State of the art of NOx mitigation technologies and their effect on the performance and emission characteristics of biodiesel-fueled Compression Ignition engines

Abstract

Biodiesel fuels have the potential to become a reliable substitute for diesel which is used moderately to meet the current energy demands. This fuel can be produced from new or used vegetable oils, non-edible sources and animal fats, which are non-toxic, biodegradable and renewable. In spite of the many advantages of using biodiesel, most of the researchers have reported that they produce higher NOx emissions compared to diesel, which is a deterrent to the market expansion of these fuels. In this study, the different paths to reduce NOx emissions from diesel engines by applying several technologies, such as using additives into fuel, exhaust gas recirculation (EGR), water injection (WI), emulsion technology (ET), injection timing retardation (ITR), simultaneous technology (ST) and low temperature combustion (LTC) mode are reviewed briefly.
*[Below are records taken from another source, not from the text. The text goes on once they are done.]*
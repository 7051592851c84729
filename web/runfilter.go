package web

import (
	"net/http"
	"net/url"
	"sort"
	"strings"

	"rolloff/sweep/plan"
	"rolloff/sweep/queue"
)

// runFilter selects runs of the list by the unit and batch their plans
// name: GET /api/runs?unit=LD-0042&batch=proto-A. An empty field selects
// any value.
type runFilter struct{ unit, batch string }

// parseRunFilter reads the filter from a query; any other parameter, a
// parameter given twice or a value longer than a unit may be is refused.
func parseRunFilter(q url.Values) (runFilter, error) {
	var f runFilter
	keys := make([]string, 0, len(q))
	for k := range q {
		keys = append(keys, k)
	}
	sort.Strings(keys)
	for _, k := range keys {
		vs := q[k]
		if k != "unit" && k != "batch" {
			return f, badRequest(k, "query parameter %q: the run list is filtered by unit and batch only", clip(k))
		}
		if len(vs) != 1 {
			return f, badRequest(k, "query parameter %q given %d times: give it once", k, len(vs))
		}
		if len(vs[0]) > plan.MaxUnitBytes {
			return f, badRequest(k, "%s %q…: at most %d bytes", k, clip(vs[0]), plan.MaxUnitBytes)
		}
		if k == "unit" {
			f.unit = vs[0]
		} else {
			f.batch = vs[0]
		}
	}
	return f, nil
}

// keep reports whether in passes the filter.
func (f runFilter) keep(in queue.Info) bool {
	var unit, batch string
	if in.Plan != nil {
		unit, batch = in.Plan.Unit, in.Plan.Batch
	}
	return (f.unit == "" || strings.EqualFold(unit, f.unit)) && (f.batch == "" || strings.EqualFold(batch, f.batch))
}

// filter returns the runs of list that pass, in order.
func (f runFilter) filter(list []queue.Info) []queue.Info {
	if f == (runFilter{}) {
		return list
	}
	out := make([]queue.Info, 0, len(list))
	for _, in := range list {
		if f.keep(in) {
			out = append(out, in)
		}
	}
	return out
}

// listRuns answers GET /api/runs: every run, newest first, or those of a
// unit and/or batch.
func (s *Server) listRuns(w http.ResponseWriter, r *http.Request) {
	f, err := parseRunFilter(r.URL.Query())
	if err != nil {
		s.fail(w, err)
		return
	}
	writeJSON(w, http.StatusOK, map[string]any{"runs": f.filter(s.queue.List())})
}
The impacts of different NOx mitigation technologies on biodiesel-fueled diesel engine performance and emissions are also analyzed critically and different methods of their implementation are shown. This paper also provides a comparison of different NOx mitigation technologies based on previous articles related to this topic. From this comparative study, it was found that the average reduction of NOx emissions by using additives, EGR, WI & ET, ITR, ST and LTC are in the ranges 4–45%, 26–84%, 10–38%, 9.77–37%, 22–95% and 66–93% respectively, compared to biodiesel combustion without applying technologies. However, the average reduction of NOx emissions by using those technologies for biodiesel are reasonable, 36–46%, 3–34%, 21–37%, 33–92% and 8.68–70% respectively, when compared to diesel. The results of this paper show that using new NOx mitigation technology, such as LTC, is more efficient and promising than the others because of its having the capability to reduce both NOx and particulate matter (PM) emissions simultaneously without significant penalties with regard to engine performance. However, applying this technology has increased CO and HC emissions in several cases due to the reduction in their oxidation rates in the combustion chamber.